/**
 * A cheap second look at an XLSX workbook before exceljs streams it:
 *
 * - every XML part is expanded under one byte budget (a "zip bomb" stops at
 *   the cap) and refused if it declares a DOCTYPE or entities (Excel never
 *   writes them; they are how XML entity expansion attacks work);
 * - the sheet to read: the one named "data", else the first;
 * - what the streaming reader cannot see: merged cells, hidden rows and
 *   columns, and how many rows hold values (for the row limit and progress).
 */
import { type Refusal, refusal } from '../format/issue-codes.js';
import { encrypted, unreadable } from './sniff.js';
import { inflateEntry, type InflateBudget, ZipError, type ZipEntry } from './zip.js';

export interface CellRange {
  ref: string;
  top: number;
  left: number;
  bottom: number;
  right: number;
}

export interface XlsxPrescan {
  sheetName: string;
  sheetPath: string;
  otherSheets: string[];
  date1904: boolean;
  /** Rows holding at least one value */
  valuedRows: number;
  merges: CellRange[];
  hiddenRows: number[];
  /** 1-based column numbers hidden in the sheet */
  hiddenColumns: number[];
}

const decodeXml = (s: string) =>
  s
    .replace(/&lt;/g, '<')
    .replace(/&gt;/g, '>')
    .replace(/&quot;/g, '"')
    .replace(/&apos;/g, "'")
    .replace(/&amp;/g, '&');

const attr = (tag: string, name: string) => {
  const m = new RegExp(`\\s${name}="([^"]*)"`).exec(tag);
  return m ? decodeXml(m[1]!) : null;
};

const DTD = /<!DOCTYPE|<!ENTITY/i;

function columnNumber(letters: string): number {
  let n = 0;
  for (const ch of letters.toUpperCase()) n = n * 26 + (ch.charCodeAt(0) - 64);
  return n;
}

export function parseRange(ref: string): CellRange | null {
  const m = /^([A-Z]+)(\d+)(?::([A-Z]+)(\d+))?$/i.exec(ref);
  if (!m) return null;
  const left = columnNumber(m[1]!);
  const top = Number(m[2]);
  const right = m[3] ? columnNumber(m[3]) : left;
  const bottom = m[4] ? Number(m[4]) : top;
  return {
    ref,
    top: Math.min(top, bottom),
    left: Math.min(left, right),
    bottom: Math.max(top, bottom),
    right: Math.max(left, right),
  };
}

export class PrescanRefusal extends Error {
  constructor(readonly refusal: Refusal) {
    super(refusal.message);
  }
}

function tooLarge(capBytes: number): Refusal {
  return refusal(
    'uncompressed_too_large',
    `The workbook expands to more than ${Math.round(capBytes / 1_048_576)} MB when opened, far more than an extract needs, so Cairn stopped reading it.`,
    'Save only the data sheet, without images or other sheets, as a new .xlsx workbook (or as CSV UTF-8), and upload that.',
  );
}

const entitiesRefusal = (part: string) =>
  refusal(
    'xml_entities',
    `The workbook part ${part} contains XML declarations (DOCTYPE or ENTITY) that spreadsheet programs never write; Cairn does not open such files.`,
    'Open the file in Excel or LibreOffice, save it again as .xlsx, and upload the new file.',
  );

async function readText(buf: Buffer, entry: ZipEntry, budget: InflateBudget): Promise<string> {
  const chunks: Buffer[] = [];
  await inflateEntry(buf, entry, budget, (chunk) => {
    chunks.push(chunk);
  });
  const text = Buffer.concat(chunks).toString('utf8');
  if (DTD.test(text.slice(0, 4096))) throw new PrescanRefusal(entitiesRefusal(entry.name));
  return text;
}

/** What the workbook says of itself: the sheet to read, and the byte budget its other parts left. */
export interface XlsxPlan {
  sheetName: string;
  sheetPath: string;
  otherSheets: string[];
  date1904: boolean;
  /** The chosen sheet's part, not yet expanded */
  sheet: ZipEntry;
  /** What is left of the byte budget for expanding the chosen sheet */
  budget: InflateBudget;
}

/** What only a scan of the whole chosen sheet tells. */
export interface SheetFacts {
  valuedRows: number;
  merges: CellRange[];
  hiddenRows: number[];
  hiddenColumns: number[];
}

/** A zip failure as the refusal a practice lead reads; anything else is rethrown. */
function asRefusal(error: unknown, capBytes: number): never {
  if (error instanceof PrescanRefusal) throw error;
  if (error instanceof ZipError) {
    if (error.reason === 'too_large') throw new PrescanRefusal(tooLarge(capBytes));
    if (error.reason === 'encrypted') throw new PrescanRefusal(encrypted());
    throw new PrescanRefusal(unreadable(error.message));
  }
  throw error;
}

/** Expands one part under the budget for its checks only, refusing declarations in its head. */
async function checkPart(buf: Buffer, entry: ZipEntry, budget: InflateBudget): Promise<void> {
  let first = true;
  await inflateEntry(buf, entry, budget, (chunk) => {
    if (first) {
      first = false;
      if (DTD.test(chunk.toString('latin1', 0, 4096)))
        throw new PrescanRefusal(entitiesRefusal(entry.name));
    }
  });
}

/**
 * Everything of the prescan but the chosen sheet's own scan: which sheet to read, and every
 * other XML part expanded under the byte budget and checked for declarations. These parts are
 * small, and exceljs reads some of them (shared strings, styles) whole before the sheet, so they
 * are checked before exceljs is given the file.
 */
export async function planXlsx(
  buf: Buffer,
  entries: ZipEntry[],
  capBytes: number,
): Promise<XlsxPlan> {
  const byName = new Map(entries.map((e) => [e.name, e]));
  const declared = entries.reduce((sum, e) => sum + e.uncompressedSize, 0);
  if (declared > capBytes) throw new PrescanRefusal(tooLarge(capBytes));
  if (entries.some((e) => e.encrypted)) throw new PrescanRefusal(encrypted());
  const budget: InflateBudget = { remaining: capBytes };
  try {
    const workbookEntry = byName.get('xl/workbook.xml')!;
    const workbook = await readText(buf, workbookEntry, budget);
    const relsEntry = byName.get('xl/_rels/workbook.xml.rels');
    if (!relsEntry) throw new PrescanRefusal(unreadable('the list of its sheets is missing'));
    const rels = await readText(buf, relsEntry, budget);
    const targets = new Map<string, string>();
    for (const m of rels.matchAll(/<Relationship\b[^>]*>/g)) {
      const id = attr(m[0], 'Id');
      const target = attr(m[0], 'Target');
      if (id && target) targets.set(id, target.replace(/^\/?xl\//, '').replace(/^\//, ''));
    }
    const sheets: { name: string; path: string }[] = [];
    for (const m of workbook.matchAll(/<(?:\w+:)?sheet\b[^>]*>/g)) {
      const name = attr(m[0], 'name');
      const rid = attr(m[0], 'r:id') ?? /\s\w+:id="([^"]*)"/.exec(m[0])?.[1] ?? null;
      const target = rid ? targets.get(rid) : undefined;
      if (name !== null && target) sheets.push({ name, path: `xl/${target}` });
    }
    const worksheets = sheets.filter(
      (s) => /^xl\/worksheets\/sheet\d+\.xml$/.test(s.path) && byName.has(s.path),
    );
    if (worksheets.length === 0)
      throw new PrescanRefusal(unreadable('it has no worksheet Cairn can read'));
    const chosen = worksheets.find((s) => s.name.trim().toLowerCase() === 'data') ?? worksheets[0]!;
    const date1904 = /<(?:\w+:)?workbookPr\b[^>]*\sdate1904="(1|true)"/.test(workbook);
    const sheet = byName.get(chosen.path)!;

    // Every other XML part against the budget and for declarations; the chosen sheet is scanned
    // apart (scanSheet), with what the budget has left.
    for (const entry of entries) {
      if (!/\.(xml|rels|vml)$/i.test(entry.name)) continue;
      if (entry === workbookEntry || entry === relsEntry || entry === sheet) continue;
      await checkPart(buf, entry, budget);
    }
    return {
      sheetName: chosen.name,
      sheetPath: chosen.path,
      otherSheets: sheets.filter((s) => s !== chosen).map((s) => s.name),
      date1904,
      sheet,
      budget,
    };
  } catch (error) {
    asRefusal(error, capBytes);
  }
}

/**
 * The chosen sheet expanded under what is left of the budget: refused if it declares a DOCTYPE
 * or entities, else its rows with values, hidden rows and columns, and merges. `sheet` may be a
 * part alone in `buf` (dataStart 0), as the scan thread receives it (sheet-scan-thread.ts).
 */
export async function scanSheet(
  buf: Buffer,
  sheet: ZipEntry,
  budget: InflateBudget,
  capBytes: number,
): Promise<SheetFacts> {
  const scan = new SheetScan();
  let first = true;
  try {
    await inflateEntry(buf, sheet, budget, (chunk) => {
      if (first) {
        first = false;
        if (DTD.test(chunk.toString('latin1', 0, 4096)))
          throw new PrescanRefusal(entitiesRefusal(sheet.name));
      }
      scan.push(chunk);
    });
  } catch (error) {
    asRefusal(error, capBytes);
  }
  scan.end();
  return {
    valuedRows: scan.valuedRows,
    merges: scan.merges,
    hiddenRows: scan.hiddenRows,
    hiddenColumns: scan.hiddenColumns,
  };
}

/** The whole prescan in one step, the sheet scanned on this thread. */
export async function prescanXlsx(
  buf: Buffer,
  entries: ZipEntry[],
  capBytes: number,
): Promise<XlsxPrescan> {
  const plan = await planXlsx(buf, entries, capBytes);
  const facts = await scanSheet(buf, plan.sheet, plan.budget, capBytes);
  return {
    sheetName: plan.sheetName,
    sheetPath: plan.sheetPath,
    otherSheets: plan.otherSheets,
    date1904: plan.date1904,
    ...facts,
  };
}

const ROW_TAG = Buffer.from('<row', 'latin1');
const ROW_END = Buffer.from('</row>', 'latin1');
const SHEET_DATA = Buffer.from('<sheetData', 'latin1');
const SHEET_DATA_END = Buffer.from('</sheetData>', 'latin1');
const MERGE_CELL = Buffer.from('<mergeCell ', 'latin1');
const VALUE_TAG = Buffer.from('<v', 'latin1');
const INLINE_STRING = Buffer.from('<is>', 'latin1');
const GT = 0x3e;
const SLASH = 0x2f;

/**
 * Position of the next `<row` start tag at or after `from` (not `<rowBreaks` and the like):
 * −1 when there is none, −2 when the bytes end inside a possible tag name.
 */
function nextRowTag(xml: Buffer, from: number): number {
  let at = xml.indexOf(ROW_TAG, from);
  while (at >= 0) {
    if (at + 4 >= xml.length) return -2;
    const next = xml[at + 4];
    // space, tab, line feed, carriage return, '>' or '/'
    if (next === 32 || next === 9 || next === 10 || next === 13 || next === GT || next === SLASH)
      return at;
    at = xml.indexOf(ROW_TAG, at + 4);
  }
  return -1;
}

/**
 * Scans a worksheet's XML in chunks for rows with values, hidden rows and columns, and merges.
 * It searches the expanded bytes themselves and makes text only of the few tags it reads: the
 * sheet of a large extract is a hundred megabytes or more, and turning every chunk of it into a
 * string kept the garbage collector busy while exceljs read the same sheet.
 */
class SheetScan {
  valuedRows = 0;
  hiddenRows: number[] = [];
  hiddenColumns: number[] = [];
  merges: CellRange[] = [];
  private carry: Buffer | null = null;
  private phase: 'head' | 'rows' | 'tail' = 'head';
  private rowNumber = 0;

  push(chunk: Buffer): void {
    const xml = this.carry ? Buffer.concat([this.carry, chunk]) : chunk;
    let pos = 0;
    for (;;) {
      if (this.phase === 'head') {
        const sheetData = xml.indexOf(SHEET_DATA, pos);
        const headEnd = sheetData < 0 ? xml.length - 512 : sheetData;
        const head = xml.toString('latin1', pos, Math.max(pos, headEnd));
        for (const m of head.matchAll(/<col\b[^>]*>/g)) {
          if (/\shidden="(1|true)"/.test(m[0])) {
            const min = Number(attr(m[0], 'min'));
            const max = Math.min(Number(attr(m[0], 'max')), min + 200);
            for (let c = min; c <= max; c++) this.hiddenColumns.push(c);
          }
        }
        if (sheetData < 0) {
          pos = Math.max(pos, headEnd);
          break;
        }
        const close = xml.indexOf(GT, sheetData);
        if (close < 0) {
          pos = sheetData;
          break;
        }
        this.phase = xml[close - 1] === SLASH ? 'tail' : 'rows';
        pos = close + 1;
      } else if (this.phase === 'rows') {
        // Every search below is bounded by the next row, so a chunk is scanned once (a search
        // to the end of the chunk for each row would make the scan quadratic in the chunk size).
        const rowStart = nextRowTag(xml, pos);
        if (rowStart < 0) {
          const dataEnd = xml.indexOf(SHEET_DATA_END, pos);
          if (dataEnd >= 0) {
            this.phase = 'tail';
            pos = dataEnd + SHEET_DATA_END.length;
            continue;
          }
          pos = Math.max(pos, xml.length - 16);
          break;
        }
        // Rows live only inside sheetData: a row tag found means the data has not ended.
        if (rowStart === -2) {
          pos = Math.max(pos, xml.length - 16);
          break;
        }
        const tagEnd = xml.indexOf(GT, rowStart);
        if (tagEnd < 0) {
          pos = rowStart;
          break;
        }
        const tag = xml.toString('latin1', rowStart, tagEnd + 1);
        const r = /\sr="(\d+)"/.exec(tag);
        const rowNumber = r ? Number(r[1]) : this.rowNumber + 1;
        if (xml[tagEnd - 1] === SLASH) {
          this.rowNumber = rowNumber;
          if (/\shidden="(1|true)"/.test(tag)) this.hiddenRows.push(rowNumber);
          pos = tagEnd + 1;
          continue;
        }
        const rowEnd = xml.indexOf(ROW_END, tagEnd);
        // Incomplete row: keep it for the next chunk (its tag will be read again).
        if (rowEnd < 0) {
          pos = rowStart;
          break;
        }
        this.rowNumber = rowNumber;
        if (/\shidden="(1|true)"/.test(tag)) this.hiddenRows.push(rowNumber);
        const body = xml.subarray(tagEnd, rowEnd);
        if (body.indexOf(VALUE_TAG) >= 0 || body.indexOf(INLINE_STRING) >= 0) this.valuedRows++;
        pos = rowEnd + ROW_END.length;
      } else {
        const m = xml.indexOf(MERGE_CELL, pos);
        if (m < 0) {
          pos = Math.max(pos, xml.length - 64);
          break;
        }
        const end = xml.indexOf(GT, m);
        if (end < 0) {
          pos = m;
          break;
        }
        const ref = attr(xml.toString('latin1', m, end + 1), 'ref');
        const range = ref ? parseRange(ref) : null;
        if (range) this.merges.push(range);
        pos = end + 1;
      }
    }
    // What is left (a row cut by the chunk's end) is copied, so the chunk itself can go.
    this.carry = pos < xml.length ? Buffer.from(xml.subarray(pos)) : null;
  }

  end(): void {
    this.carry = null;
  }
}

▶ TO DO
Go over the listing above and return each line with "InflateBudget".

▶ SOLUTION TO THIS EXERCISE
import { inflateEntry, type InflateBudget, ZipError, type ZipEntry } from './zip.js';
async function readText(buf: Buffer, entry: ZipEntry, budget: InflateBudget): Promise<string> {
  budget: InflateBudget;
async function checkPart(buf: Buffer, entry: ZipEntry, budget: InflateBudget): Promise<void> {
  const budget: InflateBudget = { remaining: capBytes };
  budget: InflateBudget,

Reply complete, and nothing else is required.